# Thinning, Pruning, FIM, Topping...



## asd3reff (May 23, 2007)

I don't know 100% the difference between those techniques, but seems like all of them reffers to achieve more yeld.
   Now, i want to find out what you all growers think about these operations.
I'm in process of growing my Skunk #1 seeds ( http://www.marijuanapassion.com/forum/showthread.php?t=10942 ), and i'm in 18 day of flowering. I've been told by a friend to cut the little top of the plant, when the plant was in veg period, and after toping once, the plant started to develop 2 new tops from that place i've just cut the single top. After those 2 new tops maturized, i did top that 2 tops again, so i have 4 main tops/plant. What do you think? Is it better to do this? Only once/plant? I have read that some straing need this kind of tehnique for better yeld, some others, topping them dosen't mean i'll get better yeld if topped.

  Please ..... react


----------



## bombbudpuffa (May 23, 2007)

It could do good, it might not. I do it with some plants, not with others for no rhyme or reason. I guess if you're into cloning or height is an issue then these methods would be great. Right now i'm experimenting on a plant with super cropping. I've been breaking the stem between every node. When doing this you want to pinch with 2 fingers on opposite sides of the stem. Squeeze until you hear a snap but don't break the outside. What you'd be trying to do is break the inside walls of the stem, not the outside. So far this method is the most efficient way to increase yield imo. It's like topping without topping. When you break the stem all growth above the break stops while the bottom growth explodes! When the stem heals, 2 to 3 days in my experiences so far, top growth starts again. In ten days my stalk went from the size of a lollipop stick to the size of my pinky! My side shoots are very big and the plant is healthy as can be. I just put her on 12/12 so I guess in a few months we'll see if it helps the yield.


----------



## Dabone420 (Jun 26, 2007)

I topped my plant outside the other day and since u 2 were talkin about it i got a ? I topped it and when i did it turned purple right where i topped it, now is that normal or bad


----------



## bombbudpuffa (Jun 26, 2007)

Pics?


----------



## 420check420 (Jul 1, 2007)

ive had a similar thing happen with mine this year when topping.. the little stubby part of the stem turned a bit purple.. but the strange thing about em is the four main stems of the canopy are like a deep burgundy red.. ive never had it happen but its neat lookin.. i just got a new laptop and havent figured out how to get pics from my cam to here and im not too ambitious tonight but ill get some pics up.. its worth noting, the crazy color


----------



## Puffin Afatty (Jul 31, 2007)

I just harvested a couple Snow White from seed...these plants were very bushy, and the stretch seemed to last 6-7 weeks...I just kept tying em down to keep em outta the light...
In regeneration now, I was thinking of pruning them back a bit to increase the size of the buds...I will still tie em back to fill grow space...maybe something like a SCROG???


----------



## Flyinghigh (Jul 31, 2007)

Dabone420 said:
			
		

> I topped my plant outside the other day and since u 2 were talkin about it i got a ? I topped it and when i did it turned purple right where i topped it, now is that normal or bad


 
I would think it normal because u cut the top and I think it like bruising that area..

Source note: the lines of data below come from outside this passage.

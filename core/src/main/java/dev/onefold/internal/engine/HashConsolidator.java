package dev.onefold.internal.engine;

import dev.onefold.OnefoldException;
import dev.onefold.Rejection;
import dev.onefold.internal.bytes.ByteWriter;
import dev.onefold.internal.hash.XxHash64;
import dev.onefold.internal.merge.LastWriterPolicy;
import dev.onefold.internal.merge.MergeCounts;
import dev.onefold.internal.merge.Policy;
import dev.onefold.record.Row;
import java.util.ArrayList;
import java.util.Arrays;
import java.util.List;
import java.util.concurrent.ForkJoinPool;
import java.util.concurrent.ForkJoinTask;
import java.util.concurrent.atomic.AtomicBoolean;
import java.util.function.Consumer;
import java.util.stream.IntStream;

Like human u cut ur skin and around the skin get purpleish so I Think it Normal.. That my 2cents.


----------



## ktownlegend (Jul 31, 2007)

heres a good question for ya, what if ur trying to pinch the stalk or branch and it won't snap, honestly it will hardly flex at all, is like hard. my bushy ones in the ground i did just fine, working great. but the one on my porch won't budge, reminds me of trying to pinch a pencil with a thin rubber grip on it


----------